Models evolve together with the evolution of our notion and perception of reality. Models can be narratives, graphical or mathematical descriptions, or computer simulations. More than two millennia ago, Chinese and Greek philosophers already had the notion that the environment was composed of the interacting elements earth, air, water, life and metals, but the complex relationships between these factors could only be understood after the birth of modern chemistry, at the end of the eighteenth century.
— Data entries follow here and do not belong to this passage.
#include "drivers/dialect/number_token.h"

#include <algorithm>
#include <cmath>

#include "analysis/base/number.h"
#include "analysis/base/unit.h"
#include "drivers/dialect/text.h"

namespace loadstair::dialect {
namespace {

std::size_t count_digits(std::string_view text, std::size_t from) {
  auto at = from;
  while (at < text.size() && is_digit(text[at])) ++at;
  return at - from;
}

/// Sign and the blanks that some displays print after it.
std::size_t sign_length(std::string_view text) {
  if (text.empty() || (text.front() != '+' && text.front() != '-')) return 0;
  std::size_t at = 1;
  while (at < text.size() && (text[at] == ' ' || text[at] == '\t')) ++at;
  return at;
}

/// Digits, point, digits, exponent, without sign; 0 when there is none.
std::size_t decimal_length(std::string_view text) {
  const auto before = count_digits(text, 0);
  auto at = before;
  std::size_t after = 0;
  if (at < text.size() && text[at] == '.') {
    after = count_digits(text, at + 1);
    at += 1 + after;
  }
  if (before + after == 0) return 0;
  if (at < text.size() && (text[at] == 'e' || text[at] == 'E')) {
    auto digits_at = at + 1;
    if (digits_at < text.size() && (text[digits_at] == '+' || text[digits_at] == '-')) ++digits_at;
    if (const auto digits = count_digits(text, digits_at); digits > 0) at = digits_at + digits;
  }
  return at;
}

/// At the 24 bits of a binary32, in which many instruments hold it.
bool is_scpi_not_a_number(double value) {
  return std::abs(value / kScpiNotANumber - 1.0) < 1e-6;
}

Quality judge(double value, const NumberRules& rules) {
  if (is_scpi_not_a_number(value)) return Quality::not_a_number;
  return std::abs(value) >= rules.overload_at ? Quality::overload : Quality::good;
}

}  // namespace

std::optional<NumberToken> find_number(std::string_view text, const NumberRules& rules) {
  const auto sign = sign_length(text);
  const auto unsigned_text = text.substr(sign);
  const auto decimal = decimal_length(unsigned_text);

  // "0L" is a word although it begins with a digit, "----" although it begins with signs: the longest wins.
  std::size_t word_length = 0;
  for (const auto& word : rules.overload_words) {
    if (word.empty()) continue;
    if (begins_with_word(unsigned_text, word)) word_length = std::max(word_length, sign + word.size());
    if (begins_with_word(text, word)) word_length = std::max(word_length, word.size());
  }
  if (word_length > 0 && word_length > (decimal > 0 ? sign + decimal : 0)) {
    return NumberToken{word_length, Quality::overload, 0.0};
  }
  if (decimal == 0) return std::nullopt;

  NumberToken token{sign + decimal, Quality::invalid, 0.0};
  const auto magnitude = base::parse_number(unsigned_text.substr(0, decimal));
  if (!magnitude) return token;  // beyond the range of a double
  token.value = text.front() == '-' ? -*magnitude : *magnitude;
  token.quality = judge(token.value, rules);
  return token;
}

Field make_field(const NumberToken& token, std::string_view written_unit, std::string_view expected_unit) {
  const auto expected =
      base::parse_unit(expected_unit).value_or(base::ParsedUnit{1.0, std::string{expected_unit}});
  Field field{token.quality, 0.0, expected.unit, {}};
  const auto written = base::parse_unit(written_unit);
  // "1" is a unit in our files; in a reply it is a second number.
  if (!written_unit.empty() && (!written || written->unit == "1")) {
    field.quality = Quality::invalid;
    field.why = "'" + printable(written_unit) + "' is not a known unit";
    return field;
  }
  if (token.quality == Quality::overload) {
    field.why = "overload";
    return field;
  }
  if (token.quality == Quality::not_a_number) {
    field.why = "not a number, says the instrument";
    return field;
  }
  if (token.quality == Quality::invalid) {
    field.why = "a number beyond all bounds";
    return field;
  }
  if (!written) {
    field.value = token.value * expected.scale;
    return field;
  }
  field.value = token.value * written->scale;
  field.unit = written->unit;
  if (written->unit != expected.unit) {
    field.quality = Quality::unit_changed;
    field.why = "unit " + written->unit + " instead of " + (expected.unit.empty() ? "none" : expected.unit);
  }
  return field;
}

}  // namespace loadstair::dialect
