import { clockWords, countWords, minuteWords, numberWords, temperatureWords } from '../../shared/charts/words'
import { isoTime } from '../../shared/record/entry'
import type { ExceptionLine, PointLine } from '../../shared/record/record-lines'
import { celsius, groupName, inUnit, isOver, judgedReadings, nameOf } from '../../shared/record/select'
import { deniedWords, exceptionWords, fullStampWords } from '../../shared/record/summary-words'
import { handWords } from '../../shared/schemas/point-kinds'
import { pressureFigure, pressureUnitWords } from '../../shared/utils/pressure'
import type { PaperMark } from './marks'
import { drawMark } from './marks'
import type { RecordPaper } from './record'
import type { Sheet } from './sheet'
import { COLOURS } from './sheet'
import type { Cell, Row } from './table'
import { drawTable } from './table'

function markOf(line: PointLine): PaperMark {
  if (line.proven) return 'proven'
  if (line.back === null && line.inHand) return 'hand'
  return line.excused && !line.inHand ? 'excused' : 'auto'
}

/** Every point: in hand, seen, back in auto, proven; and those that were excused or left. */
export async function drawPoints(sheet: Sheet, { summary }: RecordPaper): Promise<void> {
  if (summary.pointLines.length === 0) return
  const { timeZone } = summary.heading
  const clock = (line: { at: number } | null) => line ? clockWords(isoTime(line.at), timeZone, true) : ''
  sheet.begin('Points')
  await drawTable(sheet, [
    { label: 'Point', width: 58 }, { label: 'Name', width: 0.4 }, { label: 'Held', width: 52 }, { label: 'Seen', width: 0.32 }, { label: 'In hand', width: 42 }, { label: 'By', width: 0.28 }, { label: 'In auto', width: 42 }, { label: 'Proven', width: 42 },
  ], summary.pointLines.map((line): Row => [
    { text: line.tag, inset: 11, draw: (x, baseline) => drawMark(sheet.doc, markOf(line), x, baseline) },
    line.name,
    line.hand === null ? line.excused ? 'excused' : '' : handWords(line.hand),
    line.seen,
    clock(line.inHand ?? line.excused),
    (line.inHand ?? line.excused)?.by ?? '',
    clock(line.back),
    line.proven ? clock(line.proven) : line.back && line.backSeen !== 'answers' ? 'proof due' : '',
  ]))
  sheet.y += 6
  const notes = summary.pointLines.flatMap(({ tag, excused, exception, inHand }) => [
    ...(excused && !inHand ? [[`${tag}, excused`, `${excused.reason}; instead: ${excused.measure} (${excused.by}, ${clock(excused)})`] as const] : []),
    ...(exception ? [exceptionNote(tag, exception, timeZone)] : []),
  ])
  if (notes.length > 0) sheet.list(() => notes.forEach(([label, words]) => sheet.labelled(label, words)))
  sheet.paragraph('Marks: ring = in auto, filled square = in hand, ring with a tick = back and proven, ring with a bar = excused.', { style: { size: 7.5 } })
}

/** What the paper says of an exception; one given by voice and denied afterwards is struck. */
function exceptionNote(tag: string, exception: ExceptionLine, timeZone: string): readonly [string, string] {
  const { reason, owner, until, voice, by, at, denied } = exception
  const clock = (time: number) => clockWords(isoTime(time), timeZone, true)
  if (denied) return [`${tag}, struck`, `${exceptionWords(exception, timeZone)} (taken down by ${by}, ${clock(at)}). Struck: ${deniedWords(exception)} (${clock(denied.at)})`]
  return [`${tag}, left`, `${reason}; ${owner} until ${fullStampWords(until, timeZone)} (${voice === null ? 'signed' : `by voice of ${voice}, taken down`} by ${by}, ${clock(at)})`]
}

/** The rounds, then every product temperature by case and round. */
export async function drawRounds(sheet: Sheet, paper: RecordPaper): Promise<void> {
  const { summary, state } = paper
  const { lines } = summary.rounds
  if (lines.length === 0) return
  const { timeZone } = summary.heading
  const clock = (at: number) => clockWords(isoTime(at), timeZone, true)
  sheet.begin('Rounds')
  await drawTable(sheet, [
    { label: 'Round', width: 38, align: 'right' }, { label: 'From', width: 50 }, { label: 'To', width: 50 }, { label: 'Cases', width: 38, align: 'right' }, { label: 'Racks', width: 38, align: 'right' }, { label: 'Nearest to its limit', width: 1 }, { label: 'Late', width: 110 },
  ], lines.map(line => [
    String(line.round), clock(line.from), clock(line.to), String(line.cases), String(line.racks),
    line.nearest ? `${temperatureWords(line.nearest.value, line.nearest.unit)}, ${line.nearest.name}` : '',
    line.late > 0 ? `${countWords(line.late, 'reading')}, by ${minuteWords(line.latestBy)}` : 'no',
  ]))
  await drawMatrix(sheet, paper)
  if (state.pressures.length > 0) {
    sheet.heading('Pressures')
    const unit = state.snapshot.site.pressureUnit
    await drawTable(sheet, [{ label: 'Round', width: 38, align: 'right' }, { label: 'Time', width: 50 }, { label: 'Suction group', width: 1 }, { label: `Suction, ${pressureUnitWords(unit)}`, width: 96, align: 'right' }, { label: `Discharge, ${pressureUnitWords(unit)}`, width: 104, align: 'right' }, { label: 'By', width: 90 }],
      state.pressures.map(reading => [String(reading.round), clock(reading.at), groupName(state, reading.suctionGroupId), pressureFigure(reading.suctionPsig, unit), reading.dischargePsig === null ? '–' : pressureFigure(reading.dischargePsig, unit), nameOf(state, reading.by)]))
  }
}

/** Rounds that stand side by side. */
const ROUNDS_ACROSS = 9

/** Product temperatures in the site's unit, cases down, rounds across; over the limit in heavy type. */
async function drawMatrix(sheet: Sheet, { state, summary }: RecordPaper): Promise<void> {
  const unit = state.snapshot.site.temperatureUnit
  const rounds = summary.rounds.lines.filter(line => line.cases > 0).map(line => line.round)
  const known = state.snapshot.cases.filter(item => (state.cases[item.id]?.readings.length ?? 0) > 0)
  const each = Math.ceil(rounds.length / Math.ceil(rounds.length / ROUNDS_ACROSS))
  for (let from = 0; from < rounds.length; from += each) {
    const across = rounds.slice(from, from + each)
    sheet.heading(`Temperatures, °${unit}, ${across.length === 1 ? `round ${across[0]}` : `rounds ${across[0]} to ${across.at(-1)}`}`)
    await drawTable(sheet, [{ label: 'Case', width: 1 }, { label: 'Limit', width: 38, align: 'right' }, ...across.map(round => ({ label: String(round), width: 36, align: 'right' as const }))],
      known.map((item): Cell[] => [item.name, numberWords(inUnit(celsius(item.limit.value, item.limit.unit), unit)), ...across.map((round): Cell => {
        const reading = judgedReadings(state.cases[item.id]!).filter(taken => taken.round === round).at(-1)
        if (!reading) return ''
        const text = `${reading.method === 'product' ? '' : `${reading.method} `}${numberWords(inUnit(celsius(reading.value, reading.unit), unit))}${reading.correctedBy ? '*' : ''}`
        return isOver(reading, item.limit) ? { text, style: { face: 'bold', colour: COLOURS.limit } } : text
      })]))
  }
  sheet.y += 3
  sheet.paragraph('Heavy and red: over the limit. *: corrected by a later entry. Readings without a word are product temperatures. Where a case was read twice in a round, the later reading stands here; both stand among the entries.', { style: { size: 7.5 } })
}
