import type { Sheet } from './sheet'
import { COLOURS } from './sheet'
import type { Style } from './typesetter'

export interface Column {
  label: string
  /** points, or a share of what the others leave when it is below 1 */
  width: number
  align?: 'left' | 'right'
  style?: Style
}

/** A cell: words, or words in another style, or a drawing before them that takes `inset` points. */
export type Cell = string | { text: string, style?: Style, inset?: number, draw?: (x: number, baseline: number) => void }

/** A row of cells, or words across all columns (a change of date). */
export type Row = Cell[] | { across: string }

const SIZE = 8.5
const LEADING = 11.4
const PAD = 4.2
const GAP = 8

/** Others have their turn, and the reader catches up, after so many rows. */
const ROWS_AT_ONCE = 20

interface Placed { x: number, width: number, column: Column }

/** A table over as many pages as it needs: the head again on each, no row drawn over another, long rows carried on. @param rows each is asked for when it is drawn */
export async function drawTable(sheet: Sheet, columns: readonly Column[], rows: Iterable<Row>): Promise<void> {
  const placed = place(sheet, columns)
  const table = sheet.element('Table')
  sheet.need(64)
  drawHead(sheet, placed, sheet.element('TR', {}, table))
  let drawn = 0
  for (const row of rows) {
    drawRow(sheet, placed, row, sheet.element('TR', {}, table))
    drawn += 1
    if (drawn % ROWS_AT_ONCE === 0) await sheet.pace.rest()
  }
  table.end()
}

function place(sheet: Sheet, columns: readonly Column[]): Placed[] {
  const fixed = columns.reduce((sum, column) => sum + (column.width > 1 ? column.width : 0), 0)
  const shared = sheet.width - fixed - GAP * (columns.length - 1)
  const shares = columns.reduce((sum, column) => sum + (column.width <= 1 ? column.width : 0), 0)
  let x = sheet.left
  return columns.map((column) => {
    const width = column.width > 1 ? column.width : shared * column.width / shares
    // Figures to the right keep clear of the words that follow them.
    const cell = { x, width: column.align === 'right' ? width - 5 : width, column }
    x += width + GAP
    return cell
  })
}

const HEAD: Style = { size: SIZE, face: 'semibold', colour: COLOURS['ink-2'] }

/** @param row its structure element; null where the head is only repeated */
function drawHead(sheet: Sheet, placed: readonly Placed[], row: ReturnType<Sheet['element']> | null): void {
  sheet.rule(sheet.y)
  const baseline = sheet.y + PAD + SIZE
  const words = ({ x, width, column }: Placed) => {
    const text = sheet.type.fit(column.label, width, HEAD)
    if (column.align === 'right') sheet.type.drawRight(text, x + width, baseline, HEAD)
    else sheet.type.draw(text, x, baseline, HEAD)
  }
  for (const cell of placed) {
    if (row === null) { sheet.artifact(() => words(cell), 'Pagination'); continue }
    const element = sheet.element('TH', { scope: 'Column' }, row)
    sheet.content(element, 'TH', () => words(cell))
    element.end()
  }
  row?.end()
  sheet.y += PAD + LEADING + PAD - 1
  sheet.rule(sheet.y)
}

interface Laid { placed: Placed, lines: string[], style: Style, inset: number, draw?: (x: number, baseline: number) => void }

function lay(sheet: Sheet, placed: Placed, cell: Cell): Laid {
  const { text, style = {}, inset = 0, draw } = typeof cell === 'string' ? { text: cell } : cell
  const look: Style = { size: SIZE, colour: COLOURS.ink, ...placed.column.style, ...style }
  return { placed, lines: text === '' ? [] : sheet.type.wrap(text, placed.width - inset, look), style: look, inset, draw }
}

function drawRow(sheet: Sheet, placed: readonly Placed[], row: Row, element: ReturnType<Sheet['element']>): void {
  const cells = Array.isArray(row)
    ? placed.map((cell, index) => lay(sheet, cell, row[index] ?? ''))
    : [lay(sheet, { x: sheet.left, width: sheet.width, column: placed[0]!.column }, { text: row.across, style: { face: 'semibold', colour: COLOURS['ink-2'] } })]
  const elements = cells.map(() => sheet.element('TD', Array.isArray(row) ? {} : { columns: placed.length }, element))
  const most = Math.max(1, ...cells.map(cell => cell.lines.length))
  const pageHolds = Math.floor((sheet.bottom - 100) / LEADING)
  // A row goes to the next page whole, unless no page could hold it.
  if (heightOf(Math.min(most, pageHolds)) > sheet.room) breakPage(sheet, placed)
  for (let from = 0; from < most;) {
    if (from > 0) breakPage(sheet, placed)
    const count = Math.max(1, Math.min(most - from, Math.floor((sheet.room - 2 * PAD) / LEADING)))
    cells.forEach((cell, index) => drawPart(sheet, cell, elements[index]!, from, count))
    sheet.y += heightOf(count)
    from += count
  }
  for (const cell of elements) cell.end()
  element.end()
  sheet.rule(sheet.y)
}

const heightOf = (lines: number) => PAD + lines * LEADING + PAD - 1.4

function breakPage(sheet: Sheet, placed: readonly Placed[]): void {
  sheet.newPage()
  drawHead(sheet, placed, null)
}

function drawPart(sheet: Sheet, { placed: { x, width, column }, lines, style, inset, draw }: Laid, element: ReturnType<Sheet['element']>, from: number, count: number): void {
  const top = sheet.y + PAD + SIZE - 0.6
  if (from === 0 && draw) sheet.artifact(() => draw(x, top))
  const part = lines.slice(from, from + count)
  if (part.length === 0) return
  sheet.content(element, 'TD', () => part.forEach((line, index) => {
    if (column.align === 'right') sheet.type.drawRight(line, x + width, top + index * LEADING, style)
    else sheet.type.draw(line, x + inset, top + index * LEADING, style)
  }))
}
The chemist Justus von Liebig (1803–1873) played an important role in unravelling how plants acquire nutrients from soil, air and water, but other chemists and microbiologists in the eighteenth and nineteenth centuries also contributed to improving the understanding of nutrient cycling processes (Smil 2001). Since that time, numerous (long-term) field experiments have been carried out to test Liebig’s mineral theory and its modifications. For over a century and a half, dose-response experiments have addressed one or more of the following five basic questions (Van Noordwijk 1999): (1) to what extent do nutrients limit crop yield and quality?; (2) what is the quantity of nutrients supplied by the soil?; (3) what constitutes an effective fertiliser?; (4) how much fertiliser should be applied?; and (5) what are the environmental consequences of fertiliser use?